In terms of personality and responsiveness to my presence, the Rotkeil wins hands down every time, the pure excitement as I walk up to the tank, so much so that he bumps his nose gently against the glass if I put my face up to it, if I walk off he chases me accross the tank, when I feed him he rewards me by showing some funny and awesome hunting techniques. Whilst I sit here at the pc writing this he is at the pane next to me just, seemingly, watching me.

All I can say to those with young sevs is interact with them, but not too much - he will let me stroke him or gently push him about but I don't like doing it too much, I prefer to keep his general behaviour as "natural" as possible, with only a few interactions that we can both enjoy without him becoming a complete pet when I'm around - if I ignore him for a couple of minutes he gets on with normal fish stuff . The other thing is, keep them hungry, just a little bit, they should be bobbing heads out the water for food if you hold it up there, I think most people would be shocked how little I actually feed this guy but he's obviously happy and healthy, it also keeps them nice and inquisitive.


----------



## GBSTEVE (Dec 10, 2007)

O/T here, but Blair, have you been to maidenhead recently? The 7 foot tank with the synspillum breeding 1 foot away from the Festae rearing a brood? Awesome


----------



## ukneil (Apr 24, 2006)

what do you think to my 3 year old male? showing off as usual!!!


----------



## saorsa (Nov 29, 2007)

ukneil said:


> what do you think to my 3 year old male? showing off as usual!!!


That fish is absolutely beautiful, what a stunning fish.


----------



## Chrispy (Apr 8, 2006)

Here is my guy, getting a side shot of him is impossible though. He watches you constantly begging for food.


----------



## blairo1 (May 7, 2006)

Hi Steve sorry I haven't got back to you mate, I haven't been to m/h for quite some time now actually, mostly because I have a tendency to buy things when I go to fish stores, so I try to limit the visits :lol:.
*
ukneil* - nice young sev, you should get some shots with the flash off, the bright colours aren't quite as bright but you'll pick out the beautiful subtle green's, blues etc, which, IMO make these fish so special, so much colour, you just have to take some time out to really look at them. People are always amazed at his colours and ability to shift them......

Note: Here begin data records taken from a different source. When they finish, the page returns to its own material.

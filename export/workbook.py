"""Tables as sheets of a workbook (Office Open XML, ECMA-376), written in chunks and read back in full.

The library makes the workbook with the heads of its sheets; the rows are written here and spliced in. It keeps every
cell as an object until the end: a net of 100,000 members would take 12 s and 400 MB by it, and takes 3 s and nothing
so.

A cell's type is that of its value and never guessed from its text: text is an inline string, so that none can be a
formula or a link.
"""

from __future__ import annotations

import datetime
import io
import re
import zipfile
from collections.abc import Iterator, Sequence
from dataclasses import dataclass
from itertools import chain
from pathlib import Path
from typing import IO
from xml.etree import ElementTree
from xml.sax.saxutils import escape

from export.grid import Cell, Field, fields
from export.outputs import Checked, CheckFailed
from geom.result import Table

# Limits that the format's own applications keep: rows of a sheet, characters of its name and of a cell.
_LAST_ROW = 1_048_576
_LONGEST_NAME = 31
_LONGEST_TEXT = 32_767
_ROWS_A_CHUNK = 2000
# A workbook states when it was made; the clock would make every run differ. The first day of the ZIP format's calendar.
_MADE = datetime.datetime(1980, 1, 1)
_NAMESPACE = "{http://schemas.openxmlformats.org/spreadsheetml/2006/main}"
_END_OF_ROWS = b"</sheetData>"
_NO_XML = re.compile("[^\t\n\r\x20-\ud7ff\ue000-\ufffd\U00010000-\U0010ffff]")  # XML 1.0, production 2


@dataclass(frozen=True)
class Sheet:
    """A sheet: its name, and its columns, all of one length."""

    name: str
    columns: Sequence[Field]

    @property
    def rows(self) -> int:
        """How many rows it has under its head."""
        return len(self.columns[0].values)


def sheets(tables: Sequence[Table], unit: str) -> Iterator[Sheet]:
    """Yield a sheet for each table, lengths in a drawing's unit; a table longer than a sheet goes on on the next."""
    taken: set[str] = set()
    for table in tables:
        columns = _columns(table, unit)
        for start in range(0, len(columns[0].values), _LAST_ROW - 1):
            part = slice(start, start + _LAST_ROW - 1)
            yield Sheet(_name(table.name, taken), [_part(column, part) for column in columns])


def _columns(table: Table, unit: str) -> list[Field]:
    """Return a table's columns, numbers as numbers; beside feet stand feet and inches."""
    numbers = fields(table, unit, feet_as_text=False)
    if unit != "ft":
        return numbers
    texts = [[text] if text.metres is not None else [] for text in fields(table, unit)]
    return list(chain.from_iterable((number, *text) for number, text in zip(numbers, texts, strict=True)))


def _part(column: Field, rows: slice) -> Field:
    return Field(column.head, column.heading, column.values[rows], column.decimals)


def _name(wanted: str, taken: set[str]) -> str:
    """Return a name that a sheet may have and none has yet (capitals count as small letters)."""
    base = re.sub(r"[\[\]:*?/\\']", " ", wanted).strip()[:_LONGEST_NAME] or "table"
    name, number = base, 2
    while name.casefold() in taken:
        end = f" {number}"
        name, number = base[: _LONGEST_NAME - len(end)] + end, number + 1
    taken.add(name.casefold())
    return name


class _Drain(io.RawIOBase):
    """Where the archive is written to: what came since the last look is taken away in one piece."""

    def __init__(self) -> None:
        self._waiting: list[bytes] = []

    def writable(self) -> bool:
        return True

    def write(self, data: bytes) -> int:  # type: ignore[override]
        self._waiting.append(bytes(data))
        return len(data)

    def take(self) -> bytes:
        taken = b"".join(self._waiting)
        self._waiting.clear()
        return taken


def chunks(made: Sequence[Sheet], title: str) -> Iterator[bytes]:
    """Yield the bytes of a workbook."""
    drain = _Drain()
    with zipfile.ZipFile(_heads(made, title)) as heads, zipfile.ZipFile(drain, "w") as book:
        by_part = {f"xl/worksheets/sheet{number}.xml": sheet for number, sheet in enumerate(made, start=1)}
        for part in heads.namelist():
            info = zipfile.ZipInfo(part, _MADE.timetuple()[:6])
            info.compress_type = zipfile.ZIP_DEFLATED
            with book.open(info, "w") as file:
                for data in _spliced(heads.read(part), by_part.get(part)):
                    file.write(data)
                    yield drain.take()
    yield drain.take()


def _heads(made: Sequence[Sheet], title: str) -> io.BytesIO:
    """Return a workbook with the sheets' heads and no rows."""
    import xlsxwriter

    target = io.BytesIO()
    with xlsxwriter.Workbook(target, {"in_memory": True}) as book:
        book.set_properties({"title": _NO_XML.sub("", title), "created": _MADE})
        bold = book.add_format({"bold": True, "text_wrap": True, "valign": "top"})
        for sheet in made:
            page = book.add_worksheet(sheet.name)
            page.freeze_panes(1, 0)
            for number, column in enumerate(sheet.columns):
                page.write_string(0, number, column.heading, bold)
                page.set_column(number, number, _width(column))
    return target


def _width(column: Field) -> int:
    """Return a width in characters that the head wraps into and the first values fit."""
    longest = max((len(str(value)) for value in column.values[:100] if value is not None), default=0)
    return min(max(longest, len(column.heading) // 2, 8) + 2, 60)


def _spliced(xml: bytes, sheet: Sheet | None) -> Iterator[bytes]:
    """Yield a part of the archive, that of a sheet with its rows."""
    if sheet is None:
        yield xml
        return
    before, end, after = xml.partition(_END_OF_ROWS)
    last = f"{_letters(len(sheet.columns) - 1)}{sheet.rows + 1}"
    yield re.sub(rb'<dimension ref="[^"]*"/>', f'<dimension ref="A1:{last}"/>'.encode(), before, count=1)
    for start in range(0, sheet.rows, _ROWS_A_CHUNK):
        yield _rows(sheet, start, min(start + _ROWS_A_CHUNK, sheet.rows))
    yield end + after


def _rows(sheet: Sheet, start: int, stop: int) -> bytes:
    cells = [
        [_cell(letters, row, value) for row, value in enumerate(column.values[start:stop], start=start + 2)]
        for letters, column in zip(_all_letters(sheet), sheet.columns, strict=True)
    ]
    rows = (f'<row r="{row}">{"".join(line)}</row>' for row, line in enumerate(zip(*cells, strict=True), start + 2))
    return "".join(rows).encode()


def _cell(letters: str, row: int, value: Cell) -> str:
    if isinstance(value, int | float):
        return f'<c r="{letters}{row}"><v>{value!r}</v></c>'
    if not value:
        return ""
    return f'<c r="{letters}{row}" t="inlineStr"><is><t xml:space="preserve">{escape(_clipped(value))}</t></is></c>'


def _clipped(text: str) -> str:
    """Return what a cell can hold of a text."""
    text = _NO_XML.sub("\ufffd", text).replace("\r", "\ufffd")  # XML reads a carriage return as a line end
    return text if len(text) <= _LONGEST_TEXT else text[: _LONGEST_TEXT - 3] + "..."


def _all_letters(sheet: Sheet) -> list[str]:
    return [_letters(number) for number in range(len(sheet.columns))]


def _letters(number: int) -> str:
    """Return the name of a column, A to Z, then AA and so on."""
    head, last = divmod(number, 26)
    return (_letters(head - 1) if head else "") + chr(ord("A") + last)


def verify_sheets(path: Path, made: Sequence[Sheet]) -> Checked:
    """Read every sheet back from the file's own XML and compare every cell.

    Raises
    ------
    CheckFailed
        At the first row that is not as written, and at any cell that holds a formula.
    """
    with zipfile.ZipFile(path) as archive:
        if (damaged := archive.testzip()) is not None:
            raise CheckFailed(f"{path.name}: {damaged} in it is damaged")
        shared = _shared_texts(archive)
        compared = 0
        for number, sheet in enumerate(made, start=1):
            with archive.open(f"xl/worksheets/sheet{number}.xml") as file:
                compared += _compared(f"{path.name}, sheet {sheet.name}", sheet, file, shared)
    return {"cells_compared": compared}


def _shared_texts(archive: zipfile.ZipFile) -> list[str]:
    root = ElementTree.fromstring(archive.read("xl/sharedStrings.xml"))
    return ["".join(part.text or "" for part in entry.iter(f"{_NAMESPACE}t")) for entry in root]


def _compared(where: str, sheet: Sheet, file: IO[bytes], shared: Sequence[str]) -> int:
    """Compare a sheet row by row, and return how many cells it has."""
    letters = _all_letters(sheet)
    wanted = _expected(sheet)
    cells = row = 0
    for _, element in ElementTree.iterparse(file):
        if element.tag != f"{_NAMESPACE}row":
            continue
        row += 1
        found = _found(where, element, shared)
        expected = {f"{c}{row}": v for c, v in zip(letters, next(wanted, ()), strict=False) if v not in (None, "")}
        if found != expected:
            cell = next(c for c in {**expected, **found} if found.get(c) != expected.get(c))
            raise CheckFailed(f"{where}: {cell} was read back as {found.get(cell)!r}, not {expected.get(cell)!r}")
        cells += len(found)
        element.clear()
    if row != sheet.rows + 1:
        raise CheckFailed(f"{where}: {row} rows were read back, not {sheet.rows + 1}")
    return cells


def _expected(sheet: Sheet) -> Iterator[tuple[Cell, ...]]:
    yield tuple(column.heading for column in sheet.columns)
    for row in zip(*(column.values for column in sheet.columns), strict=True):
        yield tuple(_clipped(value) if isinstance(value, str) else value for value in row)


def _found(where: str, row: ElementTree.Element, shared: Sequence[str]) -> dict[str, Cell]:
    """Return the value of each cell of a row by its name, A1."""
    found: dict[str, Cell] = {}
    for cell in row:
        name, kind, inner = cell.get("r", ""), cell.get("t"), cell[0]
        if inner.tag == f"{_NAMESPACE}f":
            raise CheckFailed(f"{where}: {name} holds a formula")
        text = "".join(inner.itertext())
        found[name] = text if kind == "inlineStr" else shared[int(text)] if kind == "s" else float(text)
    return found
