@pytest.mark.usefixtures("few")
def test_a_file_of_somebody_else_in_the_way_is_exit_1(design: Path, tmp_path: Path) -> None:
    (tmp_path / "court").mkdir()
    (tmp_path / "court" / "court-cuts.csv").write_text("mine")
    made = run("export", design, "--into", tmp_path)
    assert made.exit_code == 1
    (line,) = lines(made.stderr)
    assert "court-cuts.csv is there and was not written by sagwright" in line


@pytest.mark.usefixtures("few")
def test_an_interrupt_is_one_line_and_exit_1(design: Path, tmp_path: Path, monkeypatch: pytest.MonkeyPatch) -> None:
    def interrupted(*_args: object) -> str:
        raise KeyboardInterrupt

    monkeypatch.setattr(staging.Staging, "write", interrupted)
    made = run("export", design, "--into", tmp_path / "out")
    assert made.exit_code == 1
    assert lines(made.stderr.strip()) == ["sagwright: stopped; nothing half-written was left under its own name"]
    assert contents(tmp_path / "out") == {}


def test_a_disk_that_takes_no_more_is_one_line_in_the_real_program(design: Path, tmp_path: Path) -> None:
    """A limit on the size of files (RLIMIT_FSIZE) fails a write half-way, as a full disk does."""

    def limit() -> None:
        signal.signal(signal.SIGXFSZ, signal.SIG_IGN)
        resource.setrlimit(resource.RLIMIT_FSIZE, (1024, 1024))

    made = program("export", design, "--into", tmp_path / "out", "--only", "cuts,supports", preexec_fn=limit)
    assert made.returncode == 1
    (line,) = lines(made.stderr)
    assert re.fullmatch(r"court\.toml: .*court-\w+\.(csv|json): File too large", line)
    assert contents(tmp_path / "out") == {}


def test_a_traceback_shows_only_when_asked_for(tmp_path: Path, design: Path) -> None:
    blocked = tmp_path / "file"
    blocked.touch()
    for debug in ([], ["--debug"]):
        made = program("export", design, "--into", blocked / "out", "--only", "cuts", *debug)
        assert made.returncode == 1
        assert ("Traceback" in made.stderr) == bool(debug)
        assert lines(made.stderr)[-1].endswith("Not a directory")
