"""The best filling of one reel: bounded knapsack by dynamic programming over its length."""

from dataclasses import dataclass

import numpy as np
from numpy.typing import NDArray

__all__ = ["Knapsack", "best_fillings"]

Whole = NDArray[np.int64]


@dataclass(frozen=True, eq=False)
class Knapsack:
    """The best value of a filling of every room up to a reel's, and how it is reached.

    Parameters
    ----------
    best : ndarray, shape (room + 1,)
        Greatest value of pieces that take at most so much room.
    """

    best: Whole
    _parts: tuple[tuple[int, int, int, NDArray[np.bool_]], ...]  # kind, how many, room, whether it is in

    def filling(self, room: int) -> dict[int, int]:
        """Return {kind: how many} of a best filling of `room`."""
        cuts: dict[int, int] = {}
        for kind, number, size, chosen in reversed(self._parts):
            if room >= size and chosen[room - size]:
                cuts[kind] = cuts.get(kind, 0) + number
                room -= size
        return cuts


def _shares(most: int) -> list[int]:
    """Return counts of which every number up to `most` is a sum, and no greater one: 1, 2, 4, ..., the rest."""
    shares, share = [], 1
    while share <= most:
        shares.append(share)
        most -= share
        share *= 2
    return [*shares, most] if most else shares


def best_fillings(sizes: Whole, values: Whole, most: Whole, room: int) -> Knapsack:
    """Return the greatest value that fits in every room up to `room`.

    Whole numbers throughout, so that the answer is exact.

    Parameters
    ----------
    sizes, values, most : ndarray of int, shape (m,)
        Room, value and greatest number of each kind.
    room : int
        Largest room.

    Notes
    -----
    Martello, S. and Toth, P., *Knapsack Problems* (1990), section 3.2: a bounded kind becomes a few pieces of 1, 2,
    4, ... of it, each in or out; one pass over the rooms for each.
    """
    best = np.zeros(room + 1, dtype=np.int64)
    parts = []
    for kind in np.flatnonzero((values > 0) & (sizes <= room)):
        for number in _shares(int(min(most[kind], room // max(1, sizes[kind])))):
            size = int(number * sizes[kind])
            with_it = best[: room + 1 - size] + number * values[kind]
            chosen = with_it > best[size:]
            np.maximum(best[size:], with_it, out=best[size:])
            parts.append((int(kind), number, size, chosen))
    return Knapsack(best, tuple(parts))
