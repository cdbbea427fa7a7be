using System.Collections.Immutable;
using System.Text;
using Fusecraft.Permutations;

namespace Fusecraft.Groupoids;

/// <summary>One loop of a <see cref="LoopBasis"/>.</summary>
/// <remarks>Immutable, safe to share.</remarks>
public sealed class BasisLoop
{
    internal BasisLoop(TurnPath path)
    {
        Path = path;
        Blocks = [.. path.Source.Blocks.Select(MoveOf)];
    }

    /// <summary>The loop: its steps, its word and its permutation.</summary>
    public TurnPath Path { get; }

    /// <summary>The number of steps.</summary>
    public int Length => Path.Length;

    /// <summary>Where the loop takes the label on each site.</summary>
    public Permutation Permutation => Path.Permutation;

    /// <summary>The cycle type of <see cref="Permutation"/> on the sites.</summary>
    public CycleType CycleType => Permutation.CycleType;

    /// <summary>What the loop does to each block of the base shape, in the order of the shape's blocks.</summary>
    public ImmutableArray<BlockMove> Blocks { get; }

    /// <summary>
    /// What the loop does to blocks, by piece names: <c>([UF UFR] [DL DBL])</c> when two trade places, <c>[UF UFR] turned</c> for one that turns in its place; empty when all keep still.
    /// </summary>
    public string DescribeBlocks()
    {
        var text = new StringBuilder();
        var isDone = new bool[Blocks.Length];
        for (var i = 0; i < Blocks.Length; i++)
        {
            if (isDone[i] || Blocks[i].Motion == BlockMotion.Still)
            {
                continue;
            }

            text.Append(text.Length > 0 ? " " : "");
            if (Blocks[i].Motion == BlockMotion.Turned)
            {
                text.Append(NameOf(i)).Append(" turned");
                continue;
            }

            var cycle = new List<string>();
            for (var at = i; !isDone[at]; at = IndexOf(Blocks[at].Target))
            {
                isDone[at] = true;
                cycle.Add(NameOf(at));
            }

            text.Append('(').AppendJoin(' ', cycle).Append(')');
        }

        return text.ToString();
    }

    /// <summary>The word.</summary>
    public override string ToString() => Path.ToString();

    private string NameOf(int block) => $"[{string.Join(' ', Blocks[block].Block.Select(piece => Path.Mechanism.PieceNames[piece]))}]";

    private int IndexOf(ImmutableArray<int> block)
    {
        var index = 0;
        while (!Blocks[index].Block.SequenceEqual(block))
        {
            index++;
        }

        return index;
    }

    private BlockMove MoveOf(ImmutableArray<int> block)
    {
        var mechanism = Path.Mechanism;

        // A piece without sites, such as a hidden core, never moves.
        ImmutableArray<int> target = [.. block.Select(piece => mechanism.SitesOfPiece[piece] is [var site, ..] ? mechanism.PieceOfSite[Permutation[site]] : piece).Order()];
        var isStill = block.All(piece => mechanism.SitesOfPiece[piece].All(site => Permutation[site] == site));
        return new BlockMove(block, target, isStill ? BlockMotion.Still : target.SequenceEqual(block) ? BlockMotion.Turned : BlockMotion.Moved);
    }
}
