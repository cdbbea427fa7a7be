using System.Collections.Immutable;
using System.Numerics;
using Fusecraft.Groupoids;
using Fusecraft.Groups;

namespace Fusecraft.Reporting;

/// <summary>A vertex group in figures: what loops at the home shape can do to the labels.</summary>
/// <remarks>Immutable, safe to share.</remarks>
public sealed class VertexGroupFigures
{
    internal VertexGroupFigures(VertexGroup group)
    {
        var names = group.Groupoid.Mechanism.SiteNames;
        Order = group.Order;
        FactoredOrder = group.Group.FactoredOrder;
        Proof = group.Group.Chain.Proof;
        Orbits = [.. group.Group.MovedOrbits.Select(orbit => orbit.Select(site => names[site]).ToImmutableArray())];
    }

    /// <summary>The exact number of permutations that loops bring about.</summary>
    public BigInteger Order { get; }

    /// <summary>The same number as prime powers.</summary>
    public FactoredInteger FactoredOrder { get; }

    /// <summary>What the order rests on.</summary>
    public ChainProof Proof { get; }

    /// <summary>The number of sites that some loop moves.</summary>
    public int MovedSiteCount => Orbits.Sum(orbit => orbit.Length);

    /// <summary>The orbits of two or more sites, by name: each in the order of the sites, ordered by their first sites.</summary>
    public ImmutableArray<ImmutableArray<string>> Orbits { get; }
}
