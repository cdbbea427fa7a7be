using System.Collections.Immutable;
using Fusecraft.Mechanisms;

namespace Fusecraft.Reporting;

/// <summary>A word followed step by step from a state, as far as its steps are free.</summary>
/// <remarks>Immutable, safe to share.</remarks>
public sealed class WordTrace
{
    private WordTrace(State start, State end, ImmutableArray<TracedStep> steps, BarredStep? barred)
    {
        Start = start;
        End = end;
        Steps = steps;
        Barred = barred;
    }

    /// <summary>The state before the first step.</summary>
    public State Start { get; }

    /// <summary>The state after the last step that was free.</summary>
    public State End { get; }

    /// <summary>The steps that were done, in order.</summary>
    public ImmutableArray<TracedStep> Steps { get; }

    /// <summary>The step that ended the trace and what bars it; null where the whole word was done.</summary>
    public BarredStep? Barred { get; }

    /// <summary>Follows a word from a state.</summary>
    /// <param name="start">The state before the first step.</param>
    /// <param name="word">A word of the state's mechanism.</param>
    /// <exception cref="InvalidOperationException">The state has no shape, so it has no steps at all.</exception>
    public static WordTrace Of(State start, Word word)
    {
        ArgumentNullException.ThrowIfNull(start);
        ArgumentNullException.ThrowIfNull(word);
        var shape = start.Shape ?? throw new InvalidOperationException("The state lies where no turns can bring the puzzle; it has no shape and no steps.");
        var steps = ImmutableArray.CreateBuilder<TracedStep>();
        BarredStep? barred = null;
        var end = start;
        foreach (var name in word.Names)
        {
            if (!start.Mechanism.StepNames.TryResolve(shape, name, out var step, out var barrier))
            {
                barred = new BarredStep(steps.Count, name, barrier);
                break;
            }

            end = end.After(step);
            shape = end.Shape!;
            steps.Add(new TracedStep(step, shape));
        }

        return new WordTrace(start, end, steps.DrainToImmutable(), barred);
    }
}
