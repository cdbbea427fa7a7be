using System.ComponentModel;
using System.Diagnostics;

namespace Fusecraft.Tests.Reference;

/// <summary>Runs Python scripts that need SymPy with the first interpreter found that has it.</summary>
internal static class SymPy
{
    private const string Variable = "FUSECRAFT_PYTHON";
    private static readonly TimeSpan _patience = TimeSpan.FromMinutes(10);
    private static readonly string[] _candidates = Environment.GetEnvironmentVariable(Variable) is { Length: > 0 } chosen ? [chosen] : ["python3", "/usr/bin/python3", "python"];
    private static readonly Lazy<string?> _interpreter = new(() => Array.Find(_candidates, HasSymPy));

    /// <summary>Why no script can run; null when one can.</summary>
    public static string? WhyMissing => _interpreter.Value is not null
        ? null
        : $"No Python with SymPy was found; tried: {string.Join(", ", _candidates)}. Install python3-sympy (Debian, Ubuntu) or sympy (pip), or name an interpreter in {Variable}.";

    /// <summary>Runs a script that must succeed on some standard input, and gives what it wrote to its standard output.</summary>
    public static string Run(string script, string input)
    {
        var (exitCode, output, error) = Start(_interpreter.Value ?? throw new InvalidOperationException(WhyMissing), input, script);
        return exitCode == 0 ? output : throw new InvalidOperationException($"{script} exited with {exitCode}:\n{error}");
    }

    private static bool HasSymPy(string interpreter)
    {
        try
        {
            return Start(interpreter, "", "-c", "import sympy.combinatorics").ExitCode == 0;
        }
        catch (Win32Exception)
        {
            // There is no such program.
            return false;
        }
    }

    private static (int ExitCode, string Output, string Error) Start(string program, string input, params string[] arguments)
    {
        using var process = Process.Start(new ProcessStartInfo(program, arguments) { RedirectStandardInput = true, RedirectStandardOutput = true, RedirectStandardError = true })!;
        var output = process.StandardOutput.ReadToEndAsync();
        var error = process.StandardError.ReadToEndAsync();
        try
        {
            process.StandardInput.Write(input);
            process.StandardInput.Close();
        }
        catch (IOException)
        {
            // It ended before it read everything; its exit code and error output say why.
        }

        if (!process.WaitForExit(_patience))
        {
            process.Kill(entireProcessTree: true);
            throw new TimeoutException($"{program} {string.Join(' ', arguments)} did not end within {_patience}.");
        }

        return (process.ExitCode, output.GetAwaiter().GetResult(), error.GetAwaiter().GetResult());
    }
}
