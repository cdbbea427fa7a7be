using System.Text;
using Fusecraft.Mechanisms;
using Fusecraft.Permutations;

namespace Fusecraft.Reporting;

/// <summary>A step that was done, and the shape it led to.</summary>
/// <param name="Step">The step.</param>
/// <param name="Shape">The shape after it.</param>
public sealed record TracedStep(Step Step, Shape Shape)
{
    /// <summary>
    /// What the step moved: cycles of the places of pieces, named as the pieces at home there, such as <c>(UFR UFL UBL UBR)</c>; then, after <c>turned in place:</c>, the pieces whose sites
    /// it moved among themselves.
    /// </summary>
    public string Moved
    {
        get
        {
            var mechanism = Shape.Mechanism;
            var images = new int[mechanism.PieceCount];
            var inPlace = new List<string>();
            for (var piece = 0; piece < images.Length; piece++)
            {
                var sites = mechanism.SitesOfPiece[piece];
                images[piece] = sites.IsEmpty ? piece : mechanism.PieceOfSite[Step.Permutation[sites[0]]];
                if (images[piece] == piece && sites.Any(site => Step.Permutation[site] != site))
                {
                    inPlace.Add(mechanism.PieceNames[piece]);
                }
            }

            var text = new StringBuilder();
            foreach (var cycle in Permutation.FromImages(images).Cycles())
            {
                text.Append('(').AppendJoin(' ', cycle.Select(piece => mechanism.PieceNames[piece])).Append(')');
            }

            if (inPlace.Count > 0)
            {
                text.Append(text.Length > 0 ? "; " : "").Append("turned in place: ").AppendJoin(' ', inPlace);
            }

            return text.ToString();
        }
    }
}
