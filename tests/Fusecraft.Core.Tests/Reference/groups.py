"""Answers questions on permutation groups with SymPy, for comparison.

Reads a JSON list of groups from standard input, each {"degree": n, "generators": [[image of 0, image of 1, ...], ...]},
and writes a JSON list of answers in the same order. Points are 0-based. A block system is given as a list: for each
point a label of its part.
"""
import json
import sys

from sympy.combinatorics import Permutation, PermutationGroup
from sympy.core.random import seed


def answer(group):
    degree = group["degree"]
    g = PermutationGroup([Permutation(images) for images in group["generators"]] or [Permutation(size=degree)])
    derived = [h.order() for h in g.derived_series()]
    transitive = g.is_transitive()
    return {
        "order": str(g.order()),
        "orbits": sorted(sorted(orbit) for orbit in g.orbits()),
        "derivedOrders": [str(order) for order in derived],
        "centreOrder": str(g.center().order()),
        "abelianInvariants": sorted(g.abelian_invariants()),
        "isSolvable": derived[-1] == 1,
        "isNilpotent": g.is_nilpotent,
        # The finest system that joins point 0 to point 1, to point 2, and so on; then the minimal systems.
        "joins": [g.minimal_block([0, point]) for point in range(1, degree)] if transitive else None,
        "minimalSystems": g.minimal_blocks(randomized=False) if transitive else None,
    }


seed(1)
json.dump([answer(group) for group in json.load(sys.stdin)], sys.stdout)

*Chrispy*, I know that look! It's the "ooh are you going to put some food in" look, begging buggers, they're all the same like that, I have to keep telling the gf no, no food for them! He's a real tart.....

Let us try and keep the pics/topic about Rotkeils, preferably along the before and after pic's topic line please!  I'm always happy to see other Rotters and how they've progressed. Don't get me wrong, I like other Sev's, just not in a Rotter based topic .


----------



## Guest (May 4, 2008)

GBSTEVE said:


> Lovely fish!! I hope the Cornish water plays a part  Mine has a way to go yet, but if he looks nearly as good as that I'll be happy. Plants are out for me, though, he lives with Uaru


nice severum.

they can live with angel fish??


----------



## cichlidaholic (Dec 7, 2005)

I've removed some really great pics of some very nice fish in an effort to keep this thread on topic!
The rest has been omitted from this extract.